Activity: Type out the data again. Keep every line exactly the same.

Material for this task:
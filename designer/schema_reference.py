"""The reference of the study file, written from its schema (``docs/study-file.md``)."""

from __future__ import annotations

from designer import schema, units

_TABLES: tuple[tuple[str, str, type[schema.Table]], ...] = (
    ("The file itself", "Keys that stand before the first table, and the tables.", schema.StudyTable),
    (
        "`[[reactions]]`",
        "Rate of reaction and rate of change of a species differ by the number before the species.",
        schema.ReactionTable,
    ),
    (
        "`[conditions]`",
        "One key for each. A condition that occurs in an equation is a species, given as a concentration; "
        "any other (catalyst, pressure) keeps its own unit and is used bare. `temperature` is one too. "
        "A bare value is fixed; otherwise a table of these keys:",
        schema.ConditionTable,
    ),
    (
        "`[[candidates]]`",
        "Every further key is a constant of the candidate's rates, stated as in the next table.",
        schema.CandidateTable,
    ),
    (
        "A constant",
        "A bare value is exact. Otherwise a table with one of these sets of keys: `value` and "
        "`give_or_take`; `value` and `within`; `low` and `high`; `uniform`; `half_life` and `give_or_take`.",
        schema.ConstantTable,
    ),
    ("`activation_energy`", "A bare value is exact; a belief is normal.", schema.EnergyTable),
    ("`[[readings]]`", "Every reading is taken from every sample.", schema.ReadingTable),
    ("`[run_errors]`", "Errors that all samples of a run share.", schema.RunErrorsTable),
    ("`[run_errors.prepared]`", "One key for each condition that is prepared.", schema.PreparedTable),
    ("`[plan]`", "", schema.PlanTable),
    ("`[limits]`", "Only `longest_run` is needed.", schema.LimitsTable),
    ("`[aim]`", "", schema.AimTable),
    ("`[[pilots]]`", "An observation is seen by every candidate, with its own error.", schema.PilotTable),
    ("`[vessel]`", "", schema.VesselTable),
    ("`[heat]`", "", schema.HeatTable),
    ("`[costs]`", "", schema.CostsTable),
    ("`[stop]`", "", schema.StopTable),
)

_HEAD = """\
# The study file

One TOML file, `study.toml`, in a folder of its own. A value with a unit stands in quotes, `"5 mM"`; a
plain number needs none. This page is written from the schema of the program; a test keeps the two alike.

## Expressions

`[X]` is the concentration of a species now, `[X]_0` at the start of the run. A bare name is a constant of
the candidate, a condition that is no species, an entry of `[constants]`, or `time`, `temperature` and, in
signals of a study with one reaction, `rate`. There are `+ - * / ^`, brackets, `exp`, `log` and `sqrt`.
Every expression is checked for units, and the unit of each constant follows from where it stands. An
exponent that is itself unknown needs a base without unit: `r*([A]/c_ref)^n`, with `c_ref` in `[constants]`.

## Three meanings of plus and minus

The factor or width of a belief spans 90 %. An error of measurement is one standard deviation. A range in
a report is 95 %.

## Beliefs

| given | distribution |
|---|---|
| `value`, `give_or_take` | log-normal: median `value`, 90 % between `value`/factor and `value`*factor |
| `value`, `within` | normal, 90 % between `value` - `within` and `value` + `within`; \
cut at 0 where `value` is above 0 |
| `low`, `high` | 5 and 95 % points of a log-normal; for an order (a constant in an exponent) \
of a normal, cut at 0; with `fraction = true` of a logit-normal |
| `uniform` | every value between the two ends alike |
| `half_life`, `give_or_take` | log-normal, from the half-life of the whole law at `at`, \
its other constants at their middles |
| a value alone | exact |

Conditions that `at` leaves out stand at their fixed value or at the middle of their range. A law under
which the reactant cannot fall to half, or not within the whole 90 % range, is refused with the number.

The free-order alternative, `r0*product of ([X]/x_ref)^n_X`, is added to studies of one reaction and takes 5 %
of the belief; the listed candidates share the rest in the ratios given.

## Units

{known}. Micro is `u` or `µ`. `degC` is a temperature, never a difference; a difference is in `K`. A month is
30.4 d. Products and powers are written `L/(mol*s)`, `1/s`, `mol^0.5`.

## Not available yet

The hours and days of work, the injection queue, how long a quenched sample keeps, and readings of some
runs or times only.
"""


def text() -> str:
    """The whole page, as Markdown."""
    parts = [_HEAD.replace("{known}", " ".join(f"`{unit}`" for unit in (*units.known(), "degC")))]
    parts += [_section(*table) for table in _TABLES]
    return "\n".join(parts)


def _section(title: str, words: str, table: type[schema.Table]) -> str:
    rows = [
        f"| `{field.alias or name}` | {(field.description or '').replace('|', ' ')} |"
        for name, field in table.model_fields.items()
    ]
    lines = [f"## {title}", "", *([words, ""] if words else []), "| key | meaning |", "|---|---|", *rows, ""]
    return "\n".join(lines)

Answer space:
filename designer/schema_reference.py
"""The reference of the study file, written from its schema (``docs/study-file.md``)."""

from __future__ import annotations

from designer import schema, units

_TABLES: tuple[tuple[str, str, type[schema.Table]], ...] = (
    ("The file itself", "Keys that stand before the first table, and the tables.", schema.StudyTable),
    (
        "`[[reactions]]`",
        "Rate of reaction and rate of change of a species differ by the number before the species.",
        schema.ReactionTable,
    ),
    (
        "`[conditions]`",
        "One key for each. A condition that occurs in an equation is a species, given as a concentration; "
        "any other (catalyst, pressure) keeps its own unit and is used bare. `temperature` is one too. "
        "A bare value is fixed; otherwise a table of these keys:",
        schema.ConditionTable,
    ),
    (
        "`[[candidates]]`",
        "Every further key is a constant of the candidate's rates, stated as in the next table.",
        schema.CandidateTable,
    ),
    (
        "A constant",
        "A bare value is exact. Otherwise a table with one of these sets of keys: `value` and "
        "`give_or_take`; `value` and `within`; `low` and `high`; `uniform`; `half_life` and `give_or_take`.",
        schema.ConstantTable,
    ),
    ("`activation_energy`", "A bare value is exact; a belief is normal.", schema.EnergyTable),
    ("`[[readings]]`", "Every reading is taken from every sample.", schema.ReadingTable),
    ("`[run_errors]`", "Errors that all samples of a run share.", schema.RunErrorsTable),
    ("`[run_errors.prepared]`", "One key for each condition that is prepared.", schema.PreparedTable),
    ("`[plan]`", "", schema.PlanTable),
    ("`[limits]`", "Only `longest_run` is needed.", schema.LimitsTable),
    ("`[aim]`", "", schema.AimTable),
    ("`[[pilots]]`", "An observation is seen by every candidate, with its own error.", schema.PilotTable),
    ("`[vessel]`", "", schema.VesselTable),
    ("`[heat]`", "", schema.HeatTable),
    ("`[costs]`", "", schema.CostsTable),
    ("`[stop]`", "", schema.StopTable),
)

_HEAD = """\
# The study file

One TOML file, `study.toml`, in a folder of its own. A value with a unit stands in quotes, `"5 mM"`; a
plain number needs none. This page is written from the schema of the program; a test keeps the two alike.

## Expressions

`[X]` is the concentration of a species now, `[X]_0` at the start of the run. A bare name is a constant of
the candidate, a condition that is no species, an entry of `[constants]`, or `time`, `temperature` and, in
signals of a study with one reaction, `rate`. There are `+ - * / ^`, brackets, `exp`, `log` and `sqrt`.
Every expression is checked for units, and the unit of each constant follows from where it stands. An
exponent that is itself unknown needs a base without unit: `r*([A]/c_ref)^n`, with `c_ref` in `[constants]`.

## Three meanings of plus and minus

The factor or width of a belief spans 90 %. An error of measurement is one standard deviation. A range in
a report is 95 %.

## Beliefs

| given | distribution |
|---|---|
| `value`, `give_or_take` | log-normal: median `value`, 90 % between `value`/factor and `value`*factor |
| `value`, `within` | normal, 90 % between `value` - `within` and `value` + `within`; \
cut at 0 where `value` is above 0 |
| `low`, `high` | 5 and 95 % points of a log-normal; for an order (a constant in an exponent) \
of a normal, cut at 0; with `fraction = true` of a logit-normal |
| `uniform` | every value between the two ends alike |
| `half_life`, `give_or_take` | log-normal, from the half-life of the whole law at `at`, \
its other constants at their middles |
| a value alone | exact |

Conditions that `at` leaves out stand at their fixed value or at the middle of their range. A law under
which the reactant cannot fall to half, or not within the whole 90 % range, is refused with the number.

The free-order alternative, `r0*product of ([X]/x_ref)^n_X`, is added to studies of one reaction and takes 5 %
of the belief; the listed candidates share the rest in the ratios given.

## Units

{known}. Micro is `u` or `µ`. `degC` is a temperature, never a difference; a difference is in `K`. A month is
30.4 d. Products and powers are written `L/(mol*s)`, `1/s`, `mol^0.5`.

## Not available yet

The hours and days of work, the injection queue, how long a quenched sample keeps, and readings of some
runs or times only.
"""


def text() -> str:
    """The whole page, as Markdown."""
    parts = [_HEAD.replace("{known}", " ".join(f"`{unit}`" for unit in (*units.known(), "degC")))]
    parts += [_section(*table) for table in _TABLES]
    return "\n".join(parts)


def _section(title: str, words: str, table: type[schema.Table]) -> str:
    rows = [
        f"| `{field.alias or name}` | {(field.description or '').replace('|', ' ')} |"
        for name, field in table.model_fields.items()
    ]
    lines = [f"## {title}", "", *([words, ""] if words else []), "| key | meaning |", "|---|---|", *rows, ""]
    return "\n".join(lines)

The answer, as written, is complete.